I'm studying the Cauchy Integral Theorem / Formula, but realised I have a misunderstanding.
Consider an integral over the function $f: \mathbb{R} \to \mathbb{C}$ $$ I = \int^\infty_{-\infty} f(x) \, dx = \int^\infty_{-\infty} \frac{e^{ix}}{x^2 + 1} \, dx \quad. $$
This can be considered in the complex plane, where $f(z)$ is holomorphic except at its two poles at $z = \pm i$. Choosing to consider the positive case, we therefore factorise as
$$ I = \int_C \frac{\frac{e^{iz}}{z+i}}{z-i} \, dz = 2\pi i \frac{e^{-1}}{2i} =\pi e^{-1} \quad , $$
where the contour $C = C_R + C_+$ is taken anticlockwise, $C_R$ is the real axis between $\pm R$ and $C_+$ is the positive semicircle in the complex plane with $\left|z\right| = R$. It's clear from inspection that $C_+$ does not contribute to the path integral if we let $R \to \infty$, so we can equate the integral in the complex plane to the real integral $I$.

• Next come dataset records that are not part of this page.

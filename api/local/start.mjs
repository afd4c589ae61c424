// The one plain script: it runs before any package exists. It brings the packages in, then hands over to
// TypeScript: `node api/local/start.mjs [file.ts [argument …]]`, by default to launch.ts beside it.
import { spawnSync } from 'node:child_process';
import { existsSync, readFileSync } from 'node:fs';
import { dirname, join, resolve } from 'node:path';
import { fileURLToPath, pathToFileURL } from 'node:url';

const OLDEST_NODE = [20, 19];
const clone = resolve(dirname(fileURLToPath(import.meta.url)), '../..');
process.chdir(clone);

const [major, minor] = process.versions.node.split('.').map(Number);
if (major < OLDEST_NODE[0] || (major === OLDEST_NODE[0] && minor < OLDEST_NODE[1])) {
  stop(
    `Lampline needs Node.js ${OLDEST_NODE.join('.')} or later; this is ${process.versions.node}.`,
  );
}

if (!packagesFit()) {
  process.stdout.write('Installing the packages …\n');
  const npm = spawnSync('npm', ['ci', '--no-audit', '--no-fund'], {
    stdio: ['ignore', 'inherit', 'inherit'],
  });
  if (npm.status !== 0)
    stop('npm ci did not succeed: its words are above. Start again when it can.');
}

const { register } = await import('tsx/esm/api');
register();
const entry = resolve(process.argv[2] ?? 'api/local/launch.ts');
process.argv.splice(1, 2, entry);
await import(pathToFileURL(entry).href);

/** Whether what is installed has the versions of the lock file; an npm that was killed leaves no list. */
function packagesFit() {
  const list = join(clone, 'node_modules/.package-lock.json');
  if (!existsSync(list)) return false;
  const wanted = JSON.parse(readFileSync(join(clone, 'package-lock.json'), 'utf8')).packages;
  const there = JSON.parse(readFileSync(list, 'utf8')).packages;
  return Object.entries(wanted).every(
    ([path, { version, optional, peer }]) =>
      path === '' ||
      (there[path] === undefined ? Boolean(optional || peer) : there[path].version === version),
  );
}

function stop(sentence) {
  process.stderr.write(`${sentence}\n`);
  process.exit(1);
}
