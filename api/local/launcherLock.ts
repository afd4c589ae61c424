import { existsSync, readFileSync, rmSync, writeFileSync } from 'node:fs';
import { join } from 'node:path';
import { commandOf, isAlive } from './place';

interface Running {
  readonly pid: number;
  readonly url?: string;
}

const fileOf = (folder: string) => join(folder, 'launcher.json');

/** The start that already runs from this clone, if one does; a file that a killed one left is ignored. */
export function runningLauncher(folder: string): Running | undefined {
  if (!existsSync(fileOf(folder))) return undefined;
  try {
    const running = JSON.parse(readFileSync(fileOf(folder), 'utf8')) as Running;
    const ours = isAlive(running.pid) && /start\.mjs|launch\.ts/.test(commandOf(running.pid));
    return ours && running.pid !== process.pid ? running : undefined;
  } catch {
    return undefined;
  }
}

export function sayRunning(folder: string, url?: string): void {
  writeFileSync(fileOf(folder), JSON.stringify({ pid: process.pid, url }), { mode: 0o600 });
}

export function sayStopped(folder: string): void {
  rmSync(fileOf(folder), { force: true });
}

Now my question: I could equally well have chosen the negative half of the complex plane ($C'=C_R + C_-$) to evaluate my integral, negating the answer since the anticlockwise integral would otherwise calculate $\int_{\infty}^{-\infty}$. This would give
$$ I = - \int_{C'} \frac{\frac{e^{iz}}{z-i}}{z+i} \, dz = - 2\pi i \frac{e^{+1}}{-2i} =\pi e^{+1} \quad . $$
But clearly, that's different to my previous calculation. I thought these two methods should give the same answer, so what went wrong?
No, you cannot choose the the low half-plane of $\mathbb C$. If $z=x+yi$ with $y\leqslant0$, then$$\lvert e^{iz}\rvert=e^{\operatorname{Re}(-y+xi)}=e^{-\operatorname{Re}(y)}\geqslant1$$and, in fact, as $y$ goes to $-\infty$, $\lvert e^{iz}\rvert$ goes to $+\infty$. So, the integral along the negative semicircle most definitely will contribute to the path integral. You will not have this problem if you work with the highest half-plane.